Czech ToolA tamper can be a tamper alone, or it can be part of a set of pipe tools. Usually your first tamper will be the three tool Czech gizmo. It has a poker, a tamper, and a small spoon. This remains my most used tool, as I can use the poker to loosen the tobacco if I’ve packed it too tight, the tamper to tamp of course, and the spoon thing to move around the tobacco in the bowl, like closer to the draw hole if necessary. I’m not sure what that spoon thing is actually meant to do, but that’s what I use it for.

Tampers can also be a collectible classy instrument, like high end pens. There are tampers made from exotic woods, pewter, formed steel; pretty much anything that can be made with a blunt end to tamp down the tobacco. These runs from the double digits, to hundreds, if not thousands of dollars. I’ll add here that the Czech tool runs about $3 depending on where you get it. Back to the fancy tampers…

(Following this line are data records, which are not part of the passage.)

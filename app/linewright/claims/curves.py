"""Curves the engine learns from the spectrum itself: how often a line of given predicted
strength shows, and how strong it then looks."""

from __future__ import annotations

from dataclasses import dataclass
from functools import lru_cache

import numpy as np

BIN = 0.2  # dex
LOW, HIGH = -4.0, 6.0
CENTRES = np.arange(LOW + BIN / 2, HIGH, BIN)
FLOOR, CEILING = 1e-5, 0.96  # lists have errors even for the strongest lines
PRIOR_LINES = 0.4  # lines per bin that the usual form is worth before anything is seen
SLOPE = 1.5  # per dex, of the two-parameter form used when features are few


@dataclass(frozen=True, eq=False)
class DetectionCurve:
    """P(a line of predicted strength S makes a feature), at CENTRES, non-decreasing."""

    value: np.ndarray

    def __call__(self, strength):
        return np.interp(strength, CENTRES, self.value)


def threshold_form(ceiling: float, zero: float) -> DetectionCurve:
    """ceiling/(1 + 10^(-SLOPE (S - zero))), floored."""
    return DetectionCurve(np.clip(ceiling / (1 + 10 ** (-SLOPE * (CENTRES - zero))), FLOOR, CEILING))


def bin_of(strength):
    """Bin index of strengths (clipped to the ends)."""
    return np.clip(((np.asarray(strength) - LOW) / BIN).astype(int), 0, len(CENTRES) - 1)


def learn_detection(strength, seen, exposure, features: float) -> DetectionCurve:
    """Detection curve from per-line expectations.

    strength, seen, exposure: (n,) predicted strength, expected number of features made
    (0-1) and share of a line's chance to make one. Isotonic in bins above 300 features,
    the two-parameter form below (method: too few to learn a free curve).
    """
    index = bin_of(strength)
    hits = np.bincount(index, seen, len(CENTRES))
    tries = np.bincount(index, exposure, len(CENTRES))
    usual = threshold_form(0.9, 0.0).value
    form = _best_form(hits + PRIOR_LINES * usual, tries + PRIOR_LINES)
    if features < 300:
        return form
    from scipy.optimize import isotonic_regression

    prior = 3.0
    rate = (hits + prior * form.value) / (tries + prior)
    fitted = isotonic_regression(rate, weights=tries + prior).x
    return DetectionCurve(np.clip(fitted, FLOOR, CEILING))


@lru_cache(maxsize=1)
def _forms():
    """Every ceiling and zero point tried: (log p, log(1 - p), p), each (forms, bins)."""
    ceilings = (0.002, 0.005, 0.01, 0.02, 0.05, 0.1, 0.2, 0.35, 0.5, 0.65, 0.8, 0.9, 0.95)
    value = np.array(
        [threshold_form(c, z).value for c in ceilings for z in np.arange(-2.5, 2.51, 0.25)]
    )
    shown = np.log(value)
    return shown, np.log1p(-value), np.exp(shown)


def _best_form(hits, tries) -> DetectionCurve:
    """Mean of the forms weighed by their Bernoulli likelihood: a choice of one would jump
    from one step of ceiling or zero point to the next, and claims with it."""
    shown, missed, value = _forms()
    fit = shown @ hits + missed @ np.maximum(tries - hits, 0.0)
    weight = np.exp(fit - fit.max())
    return DetectionCurve(weight @ value / weight.sum())


@dataclass(frozen=True, eq=False)
class StrengthRelation:
    """Expected measured strength m of a line of predicted strength S, and its scatter (dex)."""

    value: np.ndarray
    scatter: float

    def __call__(self, strength):
        return np.interp(strength, CENTRES, self.value)

    def slope(self, strength):
        """dm/dS, floored at 0.1 so that strengths stay invertible."""
        step = 0.3
        rise = (self(np.asarray(strength) + step) - self(np.asarray(strength) - step)) / (2 * step)
        return np.maximum(rise, 0.1)


MIN_SCATTER = 0.12


def first_relation(measured, slope: float = 0.6) -> StrengthRelation:
    """A straight line through the median of the measured strengths, wide."""
    middle = float(np.nanmedian(measured)) if np.any(np.isfinite(measured)) else 0.0
    return StrengthRelation(middle + slope * (CENTRES - 0.7), 0.5)


def learn_relation(strength, measured, weight, previous: StrengthRelation) -> StrengthRelation:
    """Monotone relation and robust scatter from weighted pairs (p,)."""
    good = np.isfinite(measured) & np.isfinite(strength) & (weight > 0.05)
    if np.sum(weight[good]) < 12:
        return previous
    s, m, w = strength[good], measured[good], weight[good]
    index = bin_of(s)
    level, mass = np.array(previous.value), np.full(len(CENTRES), 1e-3)
    mass += np.bincount(index, w, len(CENTRES))
    used, middle = _medians_by(index, m, w)
    level[used] = middle
    from scipy.optimize import isotonic_regression

    known = mass > 0.5
    fitted = isotonic_regression(level[known], weights=mass[known]).x
    value = _extend(CENTRES[known], _smooth(fitted, mass[known]), previous)
    relation = StrengthRelation(value, previous.scatter)
    spread = 1.4826 * _weighted_median(np.abs(m - relation(s)), w)
    return StrengthRelation(value, max(float(spread), MIN_SCATTER))


def _smooth(level, mass):
    """Three-bin mass-weighted running mean: bins are narrower than the scatter."""
    padded_m = np.concatenate(([0.0], mass, [0.0]))
    padded = np.concatenate(([0.0], level * mass, [0.0]))
    total = padded[:-2] + 2 * padded[1:-1] + padded[2:]
    return total / (padded_m[:-2] + 2 * padded_m[1:-1] + padded_m[2:])


def _extend(centres, level, previous, slope: float = 0.4):
    """Beyond the learned range the relation goes on with a modest slope."""
    if len(centres) == 0:
        return previous.value
    value = np.interp(CENTRES, centres, level)
    value = np.where(CENTRES < centres[0], level[0] + slope * (CENTRES - centres[0]), value)
    return np.where(CENTRES > centres[-1], level[-1] + slope * (CENTRES - centres[-1]), value)


def _medians_by(index, values, weights):
    """(indices that occur, ascending; weighted median of the values of each)."""
    order = np.lexsort((values, index))
    index, values, total = index[order], values[order], np.cumsum(weights[order])
    start = np.nonzero(np.concatenate(([True], index[1:] != index[:-1])))[0]
    end = np.concatenate((start[1:], [len(index)])) - 1
    before = np.concatenate(([0.0], total))[start]
    place = np.searchsorted(total, before + 0.5 * (total[end] - before))
    return index[start], values[np.clip(place, start, end)]


def _weighted_median(values, weights) -> float:
    order = np.argsort(values, kind="stable")
    total = np.cumsum(weights[order])
    return float(values[order][np.searchsorted(total, 0.5 * total[-1])])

You can find tampers by just Googling them. My favorite tampers are from Catnip Hill Trading Company. The drawback is that they are pewter and soft, and can be broken if not handled carefully. I got the Calvinist pipe tamperCalvinist tamper as a humorous gift, and I ended up breaking the tamper. There’s no fixing it. Even if you melt the tamper pieces back together, it’s never as strong as the original. So these make good collectable tampers, unless you’re a careful person, or pick a thick tamper or short tamper unlikely to break. I told you I’m a klutz.

Again, I’ve been known to use anything at hand if I’ve misplaced my tamper, from my finger, bolts, the back end of pens, keys (they don’t work very well), multiple burnt matches, a thin lighter (not the smartest of things to do). I told you, I get desperate.

Sometimes I think I should make my own goofy tampers, out of wood or something metal. If you’ve made your own unusual tamper, I’d love to hear about them. It’d also be fun to hear about anything you’ve used as a tamper in desperation.